Lagrangian and KKT Conditions #

define Lagrangian:

\[\mathcal{L}(x,\lambda,\nu)=f(x)+\sum_{i=1}^{m}\lambda_i g_i(x)+\sum_{j=1}^{p}\nu_j h_j(x)\]

first-order necessary conditions (under regularity assumptions):
1. stationarity: \[\nabla_x \mathcal{L}(x^\star,\lambda^\star,\nu^\star)=0\]
2. primal feasibility: \[g_i(x^\star)\le0,\quad h_j(x^\star)=0\]
3. dual feasibility: \[\lambda_i^\star \ge 0\]
4. complementary slackness: \[\lambda_i^\star g_i(x^\star)=0\]

important
KKT gives candidate solutions; for nonconvex NLP it does not guarantee global optimality.

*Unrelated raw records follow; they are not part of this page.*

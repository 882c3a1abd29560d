//! `vigil run`: load the plan, claim the output files, run every scenario, the search and the
//! groups, then write the outputs whole and compose the terminal report.

use super::AppError;
use crate::engine::ScenarioSummary;
use crate::evaluate::{self, RunOptions};
use crate::plan::Plan;
use crate::report::{self, PendingFile};
use std::path::PathBuf;

/// Options of `vigil run`.
#[derive(Debug, Clone, Default)]
pub struct RunRequest {
    pub plan: PathBuf,
    pub csv: Option<PathBuf>,
    pub json: Option<PathBuf>,
    pub exact: bool,
    /// Overrides the plan's number of experiments (quick looks, tests).
    pub experiments: Option<u64>,
}

/// A loaded plan with its claimed output files, ready to run.
pub struct PreparedRun {
    pub plan: Plan,
    pub options: RunOptions,
    csv: Option<PendingFile>,
    json: Option<PendingFile>,
}

impl PreparedRun {
    /// Replicates the run will simulate (for a progress bar).
    pub fn total_replicates(&self) -> u64 {
        let groups = if !self.options.exact && self.plan.animals().is_some() {
            crate::groups::total_group_replicates(&self.plan)
        } else {
            0
        };
        evaluate::total_replicates(&self.plan, self.options) + groups
    }
}

/// Loads and checks everything that can fail before the long work starts.
pub fn prepare(req: &RunRequest) -> Result<PreparedRun, AppError> {
    let mut plan = Plan::load(&req.plan)?;
    if let Some(n) = req.experiments {
        plan = plan.with_experiments(n)?;
    }
    let options = RunOptions { exact: req.exact };
    evaluate::preflight(&plan, options)?;
    let claim = |p: &Option<PathBuf>| -> Result<Option<PendingFile>, AppError> {
        p.as_ref()
            .map(|path| {
                PendingFile::claim(path).map_err(|source| AppError::Output {
                    path: path.clone(),
                    source,
                })
            })
            .transpose()
    };
    let csv = claim(&req.csv)?;
    let json = claim(&req.json)?;
    Ok(PreparedRun {
        plan,
        options,
        csv,
        json,
    })
}

/// Runs a prepared plan, writes the output files whole and returns the terminal report.
pub fn execute(run: PreparedRun, progress: &(dyn Fn(u64) + Sync)) -> Result<String, AppError> {
    let plan = &run.plan;
    let summaries = evaluate::run_plan(plan, run.options, progress)?;
    // With [animals] the targets are judged at group level (the effort split), not for
    // one idealised animal.
    let searches = if plan.targets().any(plan.hypotheses())
        && !run.options.exact
        && plan.animals().is_none()
    {
        crate::search::search_plan(plan, progress)?
    } else {
        Vec::new()
    };
    let groups = match (&plan.animals(), run.options.exact) {
        (Some(_), false) => Some(crate::groups::run_groups(plan, progress)?),
        _ => None,
    };
    let advice = crate::analytic::advice::RunAdvice::of(plan, &summaries);
    write_outputs(
        plan,
        &summaries,
        &searches,
        groups.as_ref(),
        &advice,
        run.csv,
        run.json,
    )?;
    let text = report::terminal::render_run(plan, &summaries, &searches, groups.as_ref(), &advice);
    Ok(text)
}

fn write_outputs(
    plan: &Plan,
    summaries: &[ScenarioSummary],
    searches: &[crate::search::SearchResult],
    groups: Option<&crate::groups::GroupReport>,
    advice: &crate::analytic::advice::RunAdvice,
    csv: Option<PendingFile>,
    json: Option<PendingFile>,
) -> Result<(), AppError> {
    // Render both before committing either, so a failure leaves neither half-written.
    let csv_bytes = match &csv {
        Some(_) => Some(
            report::csv_out::render(plan, summaries)
                .map_err(|e| AppError::Internal(e.to_string()))?,
        ),
        None => None,
    };
    let json_bytes = match &json {
        Some(_) => Some(
            report::json_out::render(plan, summaries, searches, groups, advice)
                .map_err(|e| AppError::Internal(e.to_string()))?,
        ),
        None => None,
    };
    for (file, bytes) in [(csv, csv_bytes), (json, json_bytes)] {
        if let (Some(file), Some(bytes)) = (file, bytes) {
            let path = file.target().to_path_buf();
            file.commit(&bytes)
                .map_err(|source| AppError::Output { path, source })?;
        }
    }
    Ok(())
}
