/// Simulates one part and writes its partial-results file whole.
fn execute_part(
    plan: &Plan,
    out: PartOutput,
    mut outputs: Outputs,
    progress: &Progress<'_>,
) -> Result<String, AppError> {
    let file = shard::run_part(plan, out.plan_hash, out.part, progress)?;
    let mut bytes = serde_json::to_vec(&file).map_err(|e| AppError::Internal(e.to_string()))?;
    bytes.push(b'\n');
    let path = outputs.set.path(out.slot);
    outputs.set.write(out.slot, &bytes)?;
    outputs.set.commit()?;
    Ok(report::shard_text::part_written(
        out.part,
        file.chunk_total(),
        &path,
    ))
}

/// A whole run, or — with `stored` — the merge of its parts: results, outputs, report.
pub(super) fn execute_with(
    run: PreparedRun,
    progress: &Progress<'_>,
    stored: Option<&MergedTallies>,
) -> Result<String, AppError> {
    let plan = &run.plan;
    let RunResults {
        summaries,
        searches,
        groups,
        uncertainty,
    } = results_with(plan, run.options, progress, stored)?;
    let advice = crate::analytic::advice::RunAdvice::of(plan, &summaries);
    let to_stdout = write_outputs(
        plan,
        &summaries,
        &searches,
        groups.as_ref(),
        uncertainty.as_ref(),
        &advice,
        run.outputs,
    )?;
    // An output named `-` takes standard output in place of the terminal report.
    match to_stdout {
        Some(bytes) => Ok(String::from_utf8_lossy(&bytes).into_owned()),
        None => Ok(report::terminal::render_run(
            plan,
            &summaries,
            &searches,
            groups.as_ref(),
            &advice,
            uncertainty.as_ref(),
        )),
    }
}
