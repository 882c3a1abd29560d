//! What each command does, as library functions the binary calls: `check`, `run`,
//! `report`, `merge`, `explore`, `ideal` and `pilot`. Each loads its input, calls the layers below and hands typed
//! results to `report`, which writes every sentence.
//!
//! Exit codes: 0 success; 2 bad input (plan, options, output path, partial-results or
//! checkpoint files); 130 a checkpointed run stopped by SIGINT or SIGTERM; 1 anything else
//! (an I/O failure while writing results).

pub mod check;
pub mod error;
pub mod explore;
pub mod ideal;
pub mod merge;
pub mod pilot;
pub mod report;
pub mod run;

pub use check::check;
pub use error::AppError;
pub use run::{PreparedRun, RunRequest, execute, prepare};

Convex vs Nonconvex Programs #

convex program:
- convex objective + convex inequality constraints + affine equalities
- every local optimum is global
- duality is often strong and numerically stable
nonconvex program:
- may have multiple local minima/saddles
- initialization strongly impacts final solution
- global methods usually trade optimality guarantees for high compute cost

Major Algorithm Families #

gradient-based unconstrained methods
- steepest descent: low per-step cost, slower convergence
- Newton / quasi-Newton (BFGS, L-BFGS): faster near optimum using curvature
constrained methods
- projected gradient: simple constraints (box, simplex)
- penalty / augmented Lagrangian: move constraints into objective
- interior-point (barrier): stay inside feasible region
- SQP (Sequential Quadratic Programming): solve QP subproblems iteratively

Line Search and Trust Region #

line search update:

\[x_{k+1}=x_k+\alpha_k d_k\]

choose step length \(\alpha_k\) via Wolfe/Armijo conditions to ensure sufficient decrease
trust-region update solves:

\[\min_{d} \; m_k(d) \quad \text{s.t. } \|d\| \le \Delta_k\]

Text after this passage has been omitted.